The Harm of Same-Sex Marriage: Real or Imagined?
Robert Justin Lipkin
Widener University School of Law
Widener Law Review, Vol. 11, p. 277, 2005
The controversy over same-sex marriage centers on whether the institution of marriage will be harmed by extending it to same-sex couples. Conservatives insist that it will and therefore argue that same-sex marriage should not be legally permitted. By contrast, liberals are mystified by the contention that same-sex marriage could even conceivably harm traditional marriage. This article shows that conservatives and liberals are both right and that they are both wrong. Conservatives are right that, in an important sense of harm, the legal recognition of same-sex marriage will indeed harm traditional marriage.
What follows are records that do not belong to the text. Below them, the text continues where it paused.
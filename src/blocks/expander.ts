import { z } from 'zod';
import { PassTrouble } from '../diagnostics/diagnostic.ts';
import { copyStream } from '../model/stream.ts';
import { fraction, plainNumber, quantity } from '../units/schema.ts';
import type { BlockKind } from './block.ts';
import { exactlyOne } from './checks.ts';
import { createMachineStage } from './machine-stage.ts';
import { quietReport } from './report.ts';

const settings = z.strictObject({
  pressure: quantity('pressure', { description: 'discharge pressure', examples: ['6 bar'] }).optional(),
  ratio: plainNumber({ min: 1, description: 'inlet over discharge pressure', examples: [3] }).optional(),
  efficiency: fraction({
    min: 0.05,
    description: 'isentropic efficiency, 80 % if left out',
    examples: ['82 %'],
  }).optional(),
  drive_efficiency: fraction({
    min: 0.05,
    description: 'power delivered over shaft power (generator, gear), 100 % if left out',
    examples: ['95 %'],
  }).optional(),
});
type Settings = z.infer<typeof settings>;

/** Isentropic efficiency where none is given. @source common practice for turbo-expanders, 75–88 % */
const EFFICIENCY = 0.8;
/** Liquid in the discharge below this share is rounding [mol/mol]. */
const WORTH_A_WORD = 1e-9;

/**
 * Expander (turbine on purge or let-down): one inlet, one outlet at a lower pressure; delivers power.
 *
 * Settings: one of `pressure` [Pa], `ratio` [-]; `efficiency` (isentropic); `drive_efficiency` (generator).
 * Balance: h₂ = h₁ + η (h₂s − h₁), adiabatic, liquid may form. Power delivered = shaft power × drive
 * efficiency, and counts as negative; what the generator loses leaves the process all the same.
 */
export const expander: BlockKind<Settings> = {
  kind: 'expander',
  summary: 'lets a stream down to a lower pressure and delivers power',
  settings,
  models: () => ['real isentrope by the entropies of the mixture'],
  ports: () => ({ inlets: ['in'], outlets: ['out'] }),
  check: (setting) => exactlyOne(setting, { pressure: 'pressure: 6 bar', ratio: 'ratio: 3' }),
  create(setting, { mixture }) {
    const stage = createMachineStage(mixture);
    const pressureRow = new Float64Array(mixture.size + 2);
    let shaftW = 0;
    return {
      pass([inlet], [out]) {
        copyStream(inlet!, out!);
        shaftW = stage.expand(
          out!,
          dischargePressure(setting, inlet!.pressurePa),
          setting.efficiency ?? EFFICIENCY,
        );
      },
      slopes([inlet], [out], { width, of: [[matrix]] }) {
        for (let i = 0; i < width; i++) matrix[i * width + i] = 1;
        pressureRow[width - 1] = setting.pressure === undefined ? out!.pressurePa / inlet!.pressurePa : 0;
        return stage.carrySlopes(matrix, pressureRow);
      },
      report([inlet], [out]) {
        const drawnW = shaftW * (setting.drive_efficiency ?? 1);
        const wet = mixture.total(out!) > 0 && inlet!.vapourFraction - out!.vapourFraction > WORTH_A_WORD;
        return quietReport({
          powerW: drawnW,
          driveLossW: drawnW - shaftW,
          details: {
            shaft_power_kW: shaftW / 1e3,
            discharge_K: out!.temperatureK,
            vapour_fraction: out!.vapourFraction,
          },
          warnings: [...(wet ? [liquidAtDischarge(out!.vapourFraction)] : []), ...mixture.cautions(out!)],
          assumptions:
            setting.efficiency === undefined
              ? [`Isentropic efficiency ${100 * EFFICIENCY} % (common practice; none given).`]
              : [],
        });
      },
    };
  },
};

function dischargePressure(setting: Settings, inletPa: number): number {
  const target = setting.pressure ?? inletPa / setting.ratio!;
  if (target <= inletPa * (1 + 1e-9)) return target;
  throw new PassTrouble(
    'pressure-rise',
    `The expander is set to ${(target / 1e5).toFixed(3)} bar, above its inlet of ${(inletPa / 1e5).toFixed(3)} bar.`,
    'an expander lowers the pressure',
    'lower the discharge pressure, or use a compressor',
  );
}

function liquidAtDischarge(vapourFraction: number): { code: string; message: string } {
  return {
    code: 'liquid-at-discharge',
    message: `${(100 * (1 - vapourFraction)).toFixed(1)} mol % of the discharge is liquid; heat the inlet or let down less if the machine does not stand it`,
  };
}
Liberals are right that despite such harm, marriage should be extended to same-sex couples nonetheless. Implicit in this controversy is the question of which types of harm should be recognized as constituting reasons for and against laws in a democratic society. A corollary question is who owns and is entitled to participate in American democratic institutions. Of course, when preventing certain types of harm constitutes a compelling state interest, the state may prohibit conduct causing that harm. However, in a democratic society, harm that results only from clashing normative environments should be permitted. While perhaps satisfying extremists on neither side, this rapprochement can contribute to a cease fire between reasonable conservatives and reasonable liberals in one of the more heated battles in the so-called culture wars.